### Prompt:
In the material below, how many lines contain "content"? Answer with the number alone.
==================================================
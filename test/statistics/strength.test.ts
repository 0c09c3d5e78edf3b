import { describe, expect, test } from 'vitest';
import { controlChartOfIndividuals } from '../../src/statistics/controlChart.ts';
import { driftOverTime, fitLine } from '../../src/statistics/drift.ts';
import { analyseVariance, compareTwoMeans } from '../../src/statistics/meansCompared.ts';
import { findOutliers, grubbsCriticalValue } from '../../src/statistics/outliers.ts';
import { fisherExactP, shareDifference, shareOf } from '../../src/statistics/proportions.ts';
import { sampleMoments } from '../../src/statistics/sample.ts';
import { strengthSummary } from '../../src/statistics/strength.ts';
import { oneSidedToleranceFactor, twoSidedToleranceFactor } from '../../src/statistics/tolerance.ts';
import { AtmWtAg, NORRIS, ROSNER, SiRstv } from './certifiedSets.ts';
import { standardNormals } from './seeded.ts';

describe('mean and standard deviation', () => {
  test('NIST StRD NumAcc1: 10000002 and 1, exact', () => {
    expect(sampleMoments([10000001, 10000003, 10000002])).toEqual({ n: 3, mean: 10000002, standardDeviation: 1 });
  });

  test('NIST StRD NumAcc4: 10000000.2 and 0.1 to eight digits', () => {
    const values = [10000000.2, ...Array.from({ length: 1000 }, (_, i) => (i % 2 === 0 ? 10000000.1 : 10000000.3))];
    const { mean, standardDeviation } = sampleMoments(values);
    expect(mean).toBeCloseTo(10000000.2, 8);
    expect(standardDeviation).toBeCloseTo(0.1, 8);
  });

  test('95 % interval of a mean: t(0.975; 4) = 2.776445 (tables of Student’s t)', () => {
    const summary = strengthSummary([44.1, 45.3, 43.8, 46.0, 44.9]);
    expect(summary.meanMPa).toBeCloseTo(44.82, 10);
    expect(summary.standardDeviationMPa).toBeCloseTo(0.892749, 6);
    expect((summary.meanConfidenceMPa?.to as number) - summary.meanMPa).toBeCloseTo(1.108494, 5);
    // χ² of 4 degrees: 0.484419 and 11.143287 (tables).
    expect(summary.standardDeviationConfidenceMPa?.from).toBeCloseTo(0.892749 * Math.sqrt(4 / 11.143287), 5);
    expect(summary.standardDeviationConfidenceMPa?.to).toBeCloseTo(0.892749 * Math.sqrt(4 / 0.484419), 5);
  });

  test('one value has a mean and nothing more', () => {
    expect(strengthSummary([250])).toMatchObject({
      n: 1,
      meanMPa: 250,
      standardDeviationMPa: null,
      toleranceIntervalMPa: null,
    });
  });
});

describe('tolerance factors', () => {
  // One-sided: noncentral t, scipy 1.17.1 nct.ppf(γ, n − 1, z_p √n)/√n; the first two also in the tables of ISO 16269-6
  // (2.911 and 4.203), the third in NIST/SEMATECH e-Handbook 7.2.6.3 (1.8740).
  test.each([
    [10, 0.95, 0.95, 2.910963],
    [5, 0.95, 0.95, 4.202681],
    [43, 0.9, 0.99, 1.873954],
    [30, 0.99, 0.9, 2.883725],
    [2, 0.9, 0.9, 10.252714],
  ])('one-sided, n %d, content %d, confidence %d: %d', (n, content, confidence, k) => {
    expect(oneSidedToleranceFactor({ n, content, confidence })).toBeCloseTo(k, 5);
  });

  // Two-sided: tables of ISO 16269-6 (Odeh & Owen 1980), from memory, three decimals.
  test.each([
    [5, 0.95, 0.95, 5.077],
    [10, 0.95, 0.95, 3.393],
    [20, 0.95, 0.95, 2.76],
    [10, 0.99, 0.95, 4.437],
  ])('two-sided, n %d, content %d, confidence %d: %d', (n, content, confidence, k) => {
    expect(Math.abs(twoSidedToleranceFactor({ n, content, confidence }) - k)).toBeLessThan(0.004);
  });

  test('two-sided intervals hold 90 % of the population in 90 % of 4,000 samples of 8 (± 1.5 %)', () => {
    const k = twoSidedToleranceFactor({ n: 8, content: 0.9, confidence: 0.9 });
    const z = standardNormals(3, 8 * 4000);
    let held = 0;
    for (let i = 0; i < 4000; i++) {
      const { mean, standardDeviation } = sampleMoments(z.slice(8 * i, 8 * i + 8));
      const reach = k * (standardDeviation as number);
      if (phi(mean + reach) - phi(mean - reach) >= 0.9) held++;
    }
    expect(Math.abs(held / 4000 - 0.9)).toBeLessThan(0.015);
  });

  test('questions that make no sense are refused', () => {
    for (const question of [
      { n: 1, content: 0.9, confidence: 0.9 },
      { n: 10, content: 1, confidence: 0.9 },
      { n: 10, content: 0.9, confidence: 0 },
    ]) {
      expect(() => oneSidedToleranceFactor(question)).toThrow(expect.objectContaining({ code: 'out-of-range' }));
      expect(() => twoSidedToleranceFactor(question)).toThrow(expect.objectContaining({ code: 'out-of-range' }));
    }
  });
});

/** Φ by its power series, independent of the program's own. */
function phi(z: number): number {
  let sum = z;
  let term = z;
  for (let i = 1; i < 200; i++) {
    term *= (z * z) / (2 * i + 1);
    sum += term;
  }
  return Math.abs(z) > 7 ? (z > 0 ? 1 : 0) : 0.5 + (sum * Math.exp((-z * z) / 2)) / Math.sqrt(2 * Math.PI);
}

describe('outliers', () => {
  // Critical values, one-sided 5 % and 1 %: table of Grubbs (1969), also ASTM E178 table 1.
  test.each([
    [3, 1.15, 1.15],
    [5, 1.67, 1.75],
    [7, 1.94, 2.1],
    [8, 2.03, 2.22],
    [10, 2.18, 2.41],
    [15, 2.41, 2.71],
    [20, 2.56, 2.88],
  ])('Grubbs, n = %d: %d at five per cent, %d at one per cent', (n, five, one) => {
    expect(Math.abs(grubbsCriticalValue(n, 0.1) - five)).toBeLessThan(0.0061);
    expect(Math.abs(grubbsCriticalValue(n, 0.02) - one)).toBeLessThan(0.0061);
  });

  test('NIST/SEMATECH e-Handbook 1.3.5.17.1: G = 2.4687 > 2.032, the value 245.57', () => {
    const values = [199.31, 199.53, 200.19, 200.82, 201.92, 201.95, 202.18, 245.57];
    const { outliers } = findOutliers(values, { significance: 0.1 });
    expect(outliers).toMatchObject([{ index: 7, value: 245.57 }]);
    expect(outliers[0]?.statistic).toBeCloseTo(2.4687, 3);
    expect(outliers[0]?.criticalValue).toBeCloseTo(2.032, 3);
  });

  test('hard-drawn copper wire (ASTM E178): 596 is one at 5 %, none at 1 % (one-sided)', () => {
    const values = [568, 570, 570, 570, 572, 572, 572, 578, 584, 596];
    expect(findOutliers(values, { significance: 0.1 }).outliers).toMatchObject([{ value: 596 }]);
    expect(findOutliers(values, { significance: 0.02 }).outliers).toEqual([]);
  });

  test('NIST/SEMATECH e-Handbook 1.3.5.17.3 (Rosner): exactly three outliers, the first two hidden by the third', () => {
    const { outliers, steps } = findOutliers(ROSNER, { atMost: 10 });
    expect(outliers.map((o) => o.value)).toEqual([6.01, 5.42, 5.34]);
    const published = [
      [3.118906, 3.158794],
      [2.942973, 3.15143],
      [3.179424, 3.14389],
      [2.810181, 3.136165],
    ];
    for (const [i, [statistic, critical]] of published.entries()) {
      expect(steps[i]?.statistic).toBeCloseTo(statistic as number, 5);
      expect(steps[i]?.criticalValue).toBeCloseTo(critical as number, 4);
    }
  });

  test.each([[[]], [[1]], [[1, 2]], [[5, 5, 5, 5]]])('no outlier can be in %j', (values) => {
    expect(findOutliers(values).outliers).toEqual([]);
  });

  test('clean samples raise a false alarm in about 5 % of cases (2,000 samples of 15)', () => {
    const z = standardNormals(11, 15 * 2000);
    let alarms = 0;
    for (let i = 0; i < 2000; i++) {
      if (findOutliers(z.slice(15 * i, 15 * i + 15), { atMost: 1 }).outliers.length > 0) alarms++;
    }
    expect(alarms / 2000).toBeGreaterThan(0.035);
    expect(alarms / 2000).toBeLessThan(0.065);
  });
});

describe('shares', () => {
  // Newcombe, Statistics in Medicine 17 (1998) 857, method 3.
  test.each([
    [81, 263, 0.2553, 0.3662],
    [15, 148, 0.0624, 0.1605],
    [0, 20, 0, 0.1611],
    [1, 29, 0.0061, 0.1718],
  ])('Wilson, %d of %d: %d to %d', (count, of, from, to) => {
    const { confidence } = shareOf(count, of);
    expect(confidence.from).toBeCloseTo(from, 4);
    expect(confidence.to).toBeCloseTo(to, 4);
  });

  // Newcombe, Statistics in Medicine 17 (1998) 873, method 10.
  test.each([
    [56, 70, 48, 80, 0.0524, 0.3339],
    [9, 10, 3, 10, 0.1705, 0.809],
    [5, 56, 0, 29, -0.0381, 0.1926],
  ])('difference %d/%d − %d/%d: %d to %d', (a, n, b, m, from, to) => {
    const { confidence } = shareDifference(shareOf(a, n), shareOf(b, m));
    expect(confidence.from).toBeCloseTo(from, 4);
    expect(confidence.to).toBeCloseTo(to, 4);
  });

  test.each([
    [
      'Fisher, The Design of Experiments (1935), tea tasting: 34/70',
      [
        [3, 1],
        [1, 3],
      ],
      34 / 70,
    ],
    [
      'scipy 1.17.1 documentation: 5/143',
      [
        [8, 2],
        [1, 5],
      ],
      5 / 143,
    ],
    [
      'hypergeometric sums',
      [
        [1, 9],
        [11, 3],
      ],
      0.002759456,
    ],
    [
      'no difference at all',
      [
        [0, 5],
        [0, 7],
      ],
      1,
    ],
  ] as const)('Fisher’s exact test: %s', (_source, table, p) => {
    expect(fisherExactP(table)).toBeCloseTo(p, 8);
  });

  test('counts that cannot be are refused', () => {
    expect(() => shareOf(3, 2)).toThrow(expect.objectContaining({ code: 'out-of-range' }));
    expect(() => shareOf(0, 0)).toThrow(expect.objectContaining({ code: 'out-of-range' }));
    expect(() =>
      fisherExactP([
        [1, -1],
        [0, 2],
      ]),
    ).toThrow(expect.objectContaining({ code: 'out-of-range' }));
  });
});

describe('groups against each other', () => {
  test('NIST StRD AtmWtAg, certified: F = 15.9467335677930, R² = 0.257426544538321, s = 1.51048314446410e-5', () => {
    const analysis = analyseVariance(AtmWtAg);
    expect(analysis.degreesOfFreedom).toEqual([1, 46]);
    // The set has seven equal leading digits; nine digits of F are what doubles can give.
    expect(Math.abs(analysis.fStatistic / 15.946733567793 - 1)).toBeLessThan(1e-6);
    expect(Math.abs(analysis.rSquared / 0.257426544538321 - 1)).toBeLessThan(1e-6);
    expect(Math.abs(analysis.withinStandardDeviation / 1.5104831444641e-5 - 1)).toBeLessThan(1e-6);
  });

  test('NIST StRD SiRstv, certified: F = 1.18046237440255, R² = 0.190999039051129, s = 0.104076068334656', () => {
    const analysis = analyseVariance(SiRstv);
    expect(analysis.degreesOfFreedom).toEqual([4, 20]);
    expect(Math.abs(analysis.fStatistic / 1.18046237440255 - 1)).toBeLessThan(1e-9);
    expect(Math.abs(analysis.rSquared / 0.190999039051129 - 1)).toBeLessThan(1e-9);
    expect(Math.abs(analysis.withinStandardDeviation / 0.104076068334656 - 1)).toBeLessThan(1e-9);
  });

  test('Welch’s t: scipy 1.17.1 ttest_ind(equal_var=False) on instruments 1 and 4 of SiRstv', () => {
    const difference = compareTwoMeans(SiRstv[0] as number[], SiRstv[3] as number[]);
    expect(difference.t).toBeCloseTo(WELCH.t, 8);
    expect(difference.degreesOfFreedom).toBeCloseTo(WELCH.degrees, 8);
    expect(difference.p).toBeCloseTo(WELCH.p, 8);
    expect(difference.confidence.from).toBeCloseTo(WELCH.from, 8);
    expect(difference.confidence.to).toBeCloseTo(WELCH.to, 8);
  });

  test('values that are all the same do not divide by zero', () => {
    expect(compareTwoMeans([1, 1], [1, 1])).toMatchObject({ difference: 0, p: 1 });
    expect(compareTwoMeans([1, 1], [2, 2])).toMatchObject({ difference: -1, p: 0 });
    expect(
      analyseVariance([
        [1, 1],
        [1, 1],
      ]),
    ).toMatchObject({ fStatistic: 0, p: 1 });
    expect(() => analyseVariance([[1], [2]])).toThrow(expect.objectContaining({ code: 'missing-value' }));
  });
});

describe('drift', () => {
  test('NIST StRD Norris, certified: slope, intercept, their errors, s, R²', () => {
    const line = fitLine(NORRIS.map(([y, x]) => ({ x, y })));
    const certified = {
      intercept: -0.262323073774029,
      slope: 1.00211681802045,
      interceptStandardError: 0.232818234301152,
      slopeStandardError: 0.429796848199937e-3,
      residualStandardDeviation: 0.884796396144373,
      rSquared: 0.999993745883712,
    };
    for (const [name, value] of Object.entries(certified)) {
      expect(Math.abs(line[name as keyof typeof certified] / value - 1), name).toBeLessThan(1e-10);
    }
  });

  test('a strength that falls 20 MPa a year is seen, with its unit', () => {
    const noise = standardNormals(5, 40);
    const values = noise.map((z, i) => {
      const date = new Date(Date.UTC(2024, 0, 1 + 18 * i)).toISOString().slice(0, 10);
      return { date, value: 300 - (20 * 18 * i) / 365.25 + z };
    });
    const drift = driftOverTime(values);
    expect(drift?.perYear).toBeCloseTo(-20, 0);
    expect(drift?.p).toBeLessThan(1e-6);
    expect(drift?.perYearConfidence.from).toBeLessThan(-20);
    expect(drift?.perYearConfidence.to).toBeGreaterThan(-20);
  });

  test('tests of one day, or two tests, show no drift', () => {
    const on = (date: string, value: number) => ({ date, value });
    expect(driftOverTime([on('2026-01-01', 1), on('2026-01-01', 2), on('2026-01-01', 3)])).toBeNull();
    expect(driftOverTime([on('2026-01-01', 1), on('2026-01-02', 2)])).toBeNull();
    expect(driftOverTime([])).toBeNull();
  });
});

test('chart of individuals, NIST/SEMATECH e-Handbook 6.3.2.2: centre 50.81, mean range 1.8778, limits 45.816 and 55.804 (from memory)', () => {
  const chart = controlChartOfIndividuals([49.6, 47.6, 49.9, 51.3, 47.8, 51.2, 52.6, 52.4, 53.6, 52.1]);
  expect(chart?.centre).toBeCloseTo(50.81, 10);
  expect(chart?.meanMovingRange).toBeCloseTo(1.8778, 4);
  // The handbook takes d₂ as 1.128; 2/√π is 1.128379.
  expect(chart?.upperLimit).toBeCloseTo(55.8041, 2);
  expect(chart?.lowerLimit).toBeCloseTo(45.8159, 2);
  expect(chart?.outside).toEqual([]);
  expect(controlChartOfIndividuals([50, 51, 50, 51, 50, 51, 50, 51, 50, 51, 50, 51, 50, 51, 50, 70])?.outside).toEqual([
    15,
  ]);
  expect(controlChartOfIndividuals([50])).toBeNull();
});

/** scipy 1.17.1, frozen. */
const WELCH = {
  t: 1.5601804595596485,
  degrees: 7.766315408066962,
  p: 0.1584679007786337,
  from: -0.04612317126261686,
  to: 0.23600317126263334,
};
==================================================
### The completed task:
8